LOUISVILLE — The expected pace scenario for the 137th Kentucky Derby took a twist Tuesday as word came down that Grade I winner J P's Gusto and Rebel Stakes winner The Factor will not contest the 11/4-mile classic.
On yet another soggy morning at Churchill Downs, trainer Bob Baffert said he was "leaning against" starting The Factor in the first leg of the Triple Crown.
Shortly after that statement, owner George Bolton confirmed that they were going to err on the side of caution and officially remove The Factor from Derby consideration.
"It's much too quick," Bolton said. "We don't want to run a horse that isn't right. The right thing for The Factor is to wait and go either to the Preakness, Met Mile, Woody Stephens or something like that."
The Factor displaced his palate during his seventh-place finish in the Grade I Arkansas Derby on April 16 and underwent minor throat surgery last week to correct the issue.
Baffert said his concerns about The Factor's one-dimensional running style and ability to handle the 11/4 miles were also big reasons he is inclined to point the son of War Front to a different race.
A confirmed front-runner, The Factor blazed his way to victories in the Grade II San Vicente and a 61/4-length win in the Rebel while on the lead but was clearly not as comfortable when he had to sit off horses in the Arkansas Derby — displaced palate or not.
"We want to get him really right, and the mile and a quarter has always been in the back of my mind," Baffert said. "He's going to want to go too fast.

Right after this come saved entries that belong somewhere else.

class _Reading(Part):
    """What all kinds of reading have."""

    meter: Annotated[Meter, BeforeValidator(parse_meter)]
    meter_name: str = Field(default="meter", min_length=1, max_length=LONGEST_NAME)

    @property
    def quantity(self) -> Literal["V", "A"]:
        """What the meter shows: volts or amperes."""
        return "V"

    @property
    def has_supply(self) -> bool:
        """Whether a sitting may have a supply voltage of its own."""
        return False

    @property
    def has_reference(self) -> bool:
        """Whether a sitting may have a reference voltage of its own."""
        return False

    @model_validator(mode="after")
    def _check_meter(self) -> _Reading:
        if self.meter.unit not in (None, self.quantity):
            raise ValueError(
                f"meter counts are in {self.meter.unit}, but this reading is in {self.quantity}"
            )
        unit = getattr(self, "unit", self.quantity)
        if not unit.endswith(self.quantity):
            raise ValueError(
                f"unit = {unit!r}: this reading is in {self.quantity}; expected a unit of it"
            )
        return self

    def parse(self, written: str) -> float:
        """Return a cell's value in volts or amperes.

        A plain number is in the reading's ``unit``; a number with a unit or
        multiplier stands for itself.

        Raises
        ------
        ValueError
            If it cannot be read, or is no reading of a small-signal JFET.
        """
        value = self._written(written)
        most = MOST_READING[self.quantity]
        if not abs(value) <= most:
            raise ValueError(
                f"{written.strip()[:40]} is far beyond any reading of such a part; expected at "
                f"most {most:g} {self.quantity}"
            )
        return value

    def _written(self, written: str) -> float:
        text = written.strip()
        if re.fullmatch(r"[+-]?([0-9]+\.?[0-9]*|\.[0-9]+)([eE][+-]?[0-9]{1,2})?", text):
            unit = getattr(self, "unit", self.quantity)
            scale = {"m": 1e-3, "u": 1e-6, "n": 1e-9}.get(unit[:-1], 1.0)
            return float(text) * scale
        return parse_quantity(text, self.quantity)

    def _meter_source(self, reading: ArrayLike, conditions: Conditions) -> ErrorSource:
        """Return the meter's error of scale: it shows too much, whatever the sign."""
        return ErrorSource(
            f"scale of {self.meter_name} ({self.quantity})",
            np.copysign(self.meter.scale_u(reading), reading),
            conditions,
        )


class ServoReading(_Reading):
    """An op amp holds the source at the reference; the meter reads its output."""

    kind: Literal["servo"]
    supply_v: Volts = Field(alias="supply")
    reference: Annotated[Reference, BeforeValidator(_read_reference)]
    resistor_ohm: Ohms = Field(alias="resistor")
    resistor_accuracy: Accuracy = 0.01
    # Left out, a reference in volts was measured by the meter; a share is set by resistors.
    reference_accuracy: Accuracy | None = None
    low_rail_v: RailVolts = Field(default=0.05, alias="low_rail")
    unit: Literal["V", "mV"] = "V"

    @model_validator(mode="after")
    def _check_voltages(self) -> ServoReading:
        self._check_reference(self.supply_v, self.reference.at(self.supply_v))
        return self

    def _check_reference(self, supply_v: float, reference_v: float) -> None:
        if not self.low_rail_v < reference_v < supply_v:
            raise ValueError(
                f"the reference of {format_quantity(reference_v, 'V', 4)} must lie between the op "
                f"amp's low rail ({format_quantity(self.low_rail_v, 'V')}) and the supply "
                f"({format_quantity(supply_v, 'V', 4)})"
            )

    @property
    def has_supply(self) -> bool:
        """True."""
        return True

    @property
    def has_reference(self) -> bool:
        """True."""
        return True

    def conditions(
        self,
        celsius: float = NOMINAL_CELSIUS,
        supply_v: float | None = None,
        reference_v: float | None = None,
    ) -> Conditions:
        """Return the conditions of a sitting; what is left out is as in the fixture file.

        Raises
        ------
        ValueError
            If the reference does not lie between the rails, or a new supply comes
            without a new reference where that is known in volts only.
        """
        if supply_v is not None and reference_v is None and self.reference.share is None:
            raise ValueError(
                f"a supply of its own ({format_quantity(supply_v, 'V', 4)}) needs a reference of "
                "its own too; measure it, or write the fixture's reference as a share of the "
                "supply such as '50 %'"
            )
        supply = self.supply_v if supply_v is None else supply_v
        reference = self.reference.at(supply) if reference_v is None else reference_v
        self._check_reference(supply, reference)
        return Conditions(celsius, supply, reference, self.resistor_ohm)

    def check(self, reading: float, conditions: Conditions) -> bool:
        """Return whether a reading is only a bound; refuse one the fixture cannot show.

        Raises
        ------
        ValueError
            If it is below ground or above the reference.
        """
        reference = float(np.asarray(conditions.reference_v))
        slack = self.meter.half_width(reading)
        if reading < -slack:
            raise ValueError(
                "expected 0 V or more: the op amp's output is measured from ground; swap the "
                "meter's leads"
            )
        if reading > reference + slack:
            if reading > float(np.asarray(conditions.supply_v)) + slack:
                raise ValueError(
                    "expected a voltage below the supply of "
                    f"{format_quantity(float(np.asarray(conditions.supply_v)), 'V', 4)}; look for "
                    "a slipped decimal point"
                )
            test = reference / self.resistor_ohm
            raise ValueError(
                f"above the reference of {format_quantity(reference, 'V', 4)}: this part's Idss is "
                f"below the test current of {format_quantity(test, 'A')}; measure it with a larger "
                "resistor, described in the fixture file, and leave this cell empty"
            )
        return reading <= self.low_rail_v + self.meter.amount

    def predict(self, channels: Channels, conditions: Conditions) -> Array:
        """Return the readings, as if the op amp could reach any voltage [V]."""
        current = np.asarray(conditions.reference_v) / np.asarray(conditions.resistor_ohm)
        drain = np.asarray(conditions.supply_v) - np.asarray(conditions.reference_v)
        gate = channels.at_celsius(conditions.celsius).gate_for(current, drain)
        return np.asarray(gate + np.asarray(conditions.reference_v, float))

    def show(self, predicted: Array) -> Array:
        """Return what the meter would show: the op amp stops at its low rail [V]."""
        return np.maximum(predicted, self.low_rail_v)

    def implies(self, reading: ArrayLike, conditions: Conditions) -> OperatingPoint:
        """Return the part's operating point at this reading."""
        reference = np.asarray(conditions.reference_v, float)
        return OperatingPoint(
            np.asarray(reading, float) - reference,
            np.asarray(conditions.supply_v - reference),
            np.asarray(reference / conditions.resistor_ohm),
        )

    def error_sources(self, reading: ArrayLike, conditions: Conditions) -> list[ErrorSource]:
        """Return the errors these readings share with others."""
        supply = np.asarray(conditions.supply_v, float)
        reference = np.asarray(conditions.reference_v, float)
        group = np.column_stack(np.broadcast_arrays(np.atleast_1d(supply), reference))
        scale = self._meter_source(reading, conditions)
        if self.reference_accuracy is None and self.reference.share is None:
            # One meter measured reading, reference and supply: it shows all too large.
            scale = replace(
                scale,
                conditions=replace(
                    conditions,
                    supply_v=supply - self.meter.scale_u(supply),
                    reference_v=reference - self.meter.scale_u(reference),
                ),
            )
            reference_u: ArrayLike = self.meter.own_u()
        else:
            share = 0.01 if self.reference_accuracy is None else self.reference_accuracy
            if self.reference_accuracy is None:
                # The supply was measured, the share of it follows.
                scale = replace(
                    scale,
                    conditions=replace(
                        conditions,
                        supply_v=supply - self.meter.scale_u(supply),
                        reference_v=reference * (1.0 - self.meter.scale_u(supply) / supply),
                    ),
                )
            reference_u = share * reference / _SQRT3
        return [
            scale,
            ErrorSource(
                "reference", 0.0, replace(conditions, reference_v=reference + reference_u), group
            ),
            _resistor_source(self.resistor_ohm, self.resistor_accuracy, conditions),
        ]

He's not a true mile-and-a-quarter horse."
J P's Gusto, who set the pace in the Arkansas Derby before fading to eighth, was also withdrawn from consideration from the Derby, according to John O'Hara, racing manager for owner Gem Inc.
The defections of J P's Gusto and The Factor not only play favorably for horses such as Soldat and Uncle Mo, who probably will be on or close to the pace, but they also clear the way for Florida Derby runner-up Shackleford and Twinspired, second in the Grade I Blue Grass Stakes, to crack the top 20 on the graded-stakes earnings list and get into the Kentucky Derby field.
The Daily Racing Form reported that Mike Smith will ride Twinspired in the Derby.
Silver Medallion, fourth in the Grade III Coolmore Lexington Stakes last weekend, is now the first horse out.
Midnight Interlude, Santiva put in works
Baffert does have one Kentucky Derby hopeful left in Grade I Santa Anita Derby winner Midnight Interlude, and the Hall of Fame trainer was further encouraged by his chances after the colt worked 6 furlongs in company over the sloppy Churchill track Tuesday.
The son of War Chant worked along with stablemate Mythical Power, covering the distance in 1:133⁄5.
"He's tough, he's a tough horse," Baffert said of the move. "He got a lot out of it."
Tom Walters' Santiva also worked in company Tuesday, drilling 4 furlongs in :491⁄5.
Baffert endured a heart-wrenching morning as Gilded Gem, a filly who was pointing for the Grade I Humana Distaff, broke down after working in company with Kentucky Oaks hopeful Plum Pretty. Gilded Gem was euthanized because of fatal ankle fractures.
"It just scares you," Baffert said. "I'm still in shock over it. It (happened) after the work. She was done working. That's when she did it, was pulling up."
Plum Pretty completed her 7-furlong move in 1:282⁄5.
Repole: Dominguez will ride Stay Thirsty
Owner Mike Repole said Eclipse Award winner Ramon Dominguez will ride graded- stakes winner Stay Thirsty in the Kentucky Derby.
Three-time Kentucky Derby-winning jockey Calvin Borel guided Stay Thirsty through his latest workout at Churchill Downs this past weekend, but Dominguez has ridden Stay Thirsty in his last two starts, including his win in the Grade III Gotham Stakes on March 5.
"(Trainer) Todd (Pletcher) and I spoke after Mo's work and we decided to go with Ramon," said Repole, who also owns 2-year-old champion Uncle Mo.
Borel helped Pletcher win his first Kentucky Derby last year when he guided Super Saver to victory — the third Derby win in the last four years for the affable rider.
"I am surprised actually," Pletcher said Tuesday morning — before the decision had been made — when asked whether he was shocked Borel doesn't yet have a Derby mount. "A lot of it has to do with preps, and he obviously didn't have a horse that ran well enough in some of the preps to get here.
"We are aware of Calvin's success here, but we also have to respect commitments we've had before."